## AVAILABLE DATA
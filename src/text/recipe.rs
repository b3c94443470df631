//! A fitted model as a Python text that computes its matrix again, with NumPy alone.

use std::fmt::Write;

use crate::convention::Convention;
use crate::fit::{Fit, Model, Name, Side};

const HEAD: &str = "import numpy as np

# Light: S3 = 2 Im(Ex* Ey); angles in radians, counter-clockwise from x, facing the source.
A = np.array([[1, 0, 0, 1], [1, 0, 0, -1], [0, 1, 1, 0], [0, 1j, -1j, 0]])
PAULI = [np.diag([1, -1]), np.array([[0, 1], [1, 0]]), np.array([[0, -1j], [1j, 0]])]


def mueller(jones):
    jones = np.asarray(jones, dtype=complex)
    return (A @ np.kron(jones, jones.conj()) @ np.linalg.inv(A)).real


def turned(jones, azimuth):
    c, s = np.cos(azimuth), np.sin(azimuth)
    frame = np.array([[c, s], [-s, c]])
    return frame.T @ jones @ frame


def along(vector):
    return sum(component * pauli for component, pauli in zip(vector, PAULI))

";

/// The text; its last line prints the fitted matrix in the person's convention.
#[must_use]
pub fn python_recipe(fit: &Fit, convention: &Convention) -> String {
    let mut text = format!(
        "# Halfshade {}: a fitted model and the matrix that it gives.\n{HEAD}\n",
        env!("CARGO_PKG_VERSION")
    );
    // A text can always be written to.
    let _ = body(&mut text, fit);
    let signs = convention.element_signs();
    let k: Vec<String> = (0..4).map(|i| format!("{}", signs[i])).collect();
    let _ = writeln!(
        text,
        "K = np.diag([{}])  # the convention asked for",
        k.join(", ")
    );
    text.push_str("M = K @ M @ K\nprint(M)\n");
    text
}

fn body(text: &mut String, fit: &Fit) -> std::fmt::Result {
    let value = |name: Name| {
        fit.parameters
            .iter()
            .find(|parameter| parameter.name == name)
            .map_or(0.0, |parameter| parameter.value)
    };
    let vector = |name: fn(usize) -> Name| {
        let parts: Vec<String> = (0..3).map(|k| format!("{:?}", value(name(k)))).collect();
        format!("np.array([{}])", parts.join(", "))
    };
    let scalar =
        |text: &mut String, key: &str, name: Name| writeln!(text, "{key} = {:?}", value(name));
    match fit.model {
        Model::LinearRetarder | Model::LinearDiattenuator | Model::AlignedDiattenuatingRetarder => {
            scalar(text, "transmittance", Name::Transmittance)?;
            scalar(text, "diattenuation", Name::Diattenuation)?;
            scalar(text, "retardance", Name::Retardance)?;
            scalar(text, "axis", Name::Axis)?;
            text.push_str(
                "bright = np.sqrt(1 + diattenuation) * np.exp(0.5j * retardance)
dark = np.sqrt(1 - diattenuation) * np.exp(-0.5j * retardance)
jones = turned(np.sqrt(transmittance) * np.diag([bright, dark]), axis)
M = mueller(jones)
",
            );
        }
        Model::EllipticalRetarder => {
            scalar(text, "transmittance", Name::Transmittance)?;
            writeln!(
                text,
                "vector = {}  # retardance times axis",
                vector(Name::RetarderVector)
            )?;
            text.push_str(
                "retardance = np.linalg.norm(vector)
half = 0.5 * retardance
jones = np.cos(half) * np.eye(2) + 0.5j * np.sinc(half / np.pi) * along(vector)
M = transmittance * mueller(jones)
",
            );
        }
        Model::EllipticalDiattenuator => {
            scalar(text, "transmittance", Name::Transmittance)?;
            writeln!(
                text,
                "D = {}  # the diattenuation vector",
                vector(Name::DiattenuationVector)
            )?;
            text.push_str(
                "q = np.sqrt(max(0.0, 1 - D @ D))
M = np.block([[np.ones((1, 1)), D[None]], [D[:, None], q * np.eye(3) + np.outer(D, D) / (1 + q)]])
M = transmittance * M
",
            );
        }
        _ => {
            let parts = fit.jones_matrices();
            text.push_str("M = np.zeros((4, 4))\n");
            for jones in parts {
                let entries: Vec<String> = jones
                    .iter()
                    .map(|entry| format!("complex({:?}, {:?})", entry.re, entry.im))
                    .collect();
                writeln!(
                    text,
                    "M += mueller([[{}, {}], [{}, {}]])",
                    entries[0], entries[1], entries[2], entries[3]
                )?;
            }
        }
    }
    match fit.model {
        Model::Pure | Model::RankTwo | Model::RankThree | Model::RankFour => Ok(()),
        Model::PureLinearCircular => {
            let (l, c) = (
                value(Name::DepolarizationLinear),
                value(Name::DepolarizationCircular),
            );
            series(text, fit.side, &format!("[1, {l:?}, {l:?}, {c:?}]"))
        }
        Model::PureDiagonal => {
            let d = [0, 1, 2].map(|k| value(Name::Depolarization(k)));
            series(
                text,
                fit.side,
                &format!("[1, {:?}, {:?}, {:?}]", d[0], d[1], d[2]),
            )
        }
        _ => {
            scalar(text, "alpha", Name::Alpha)?;
            if fit.side == Some(Side::Parallel) {
                text.push_str("first = M[0, 0]\nM = (1 - alpha) * M\nM[0, 0] = first\n");
                Ok(())
            } else {
                series(text, fit.side, "[1, 1 - alpha, 1 - alpha, 1 - alpha]")
            }
        }
    }
}

fn series(text: &mut String, side: Option<Side>, diagonal: &str) -> std::fmt::Result {
    writeln!(text, "depolarizer = np.diag({diagonal})")?;
    text.push_str(if side == Some(Side::Before) {
        "M = M @ depolarizer\n"
    } else {
        "M = depolarizer @ M\n"
    });
    Ok(())
}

## DIRECTIONS FOR THIS TASK
Please work out how many lines in the records hold the string "vector", and give only the number.

## TASK RESULT
9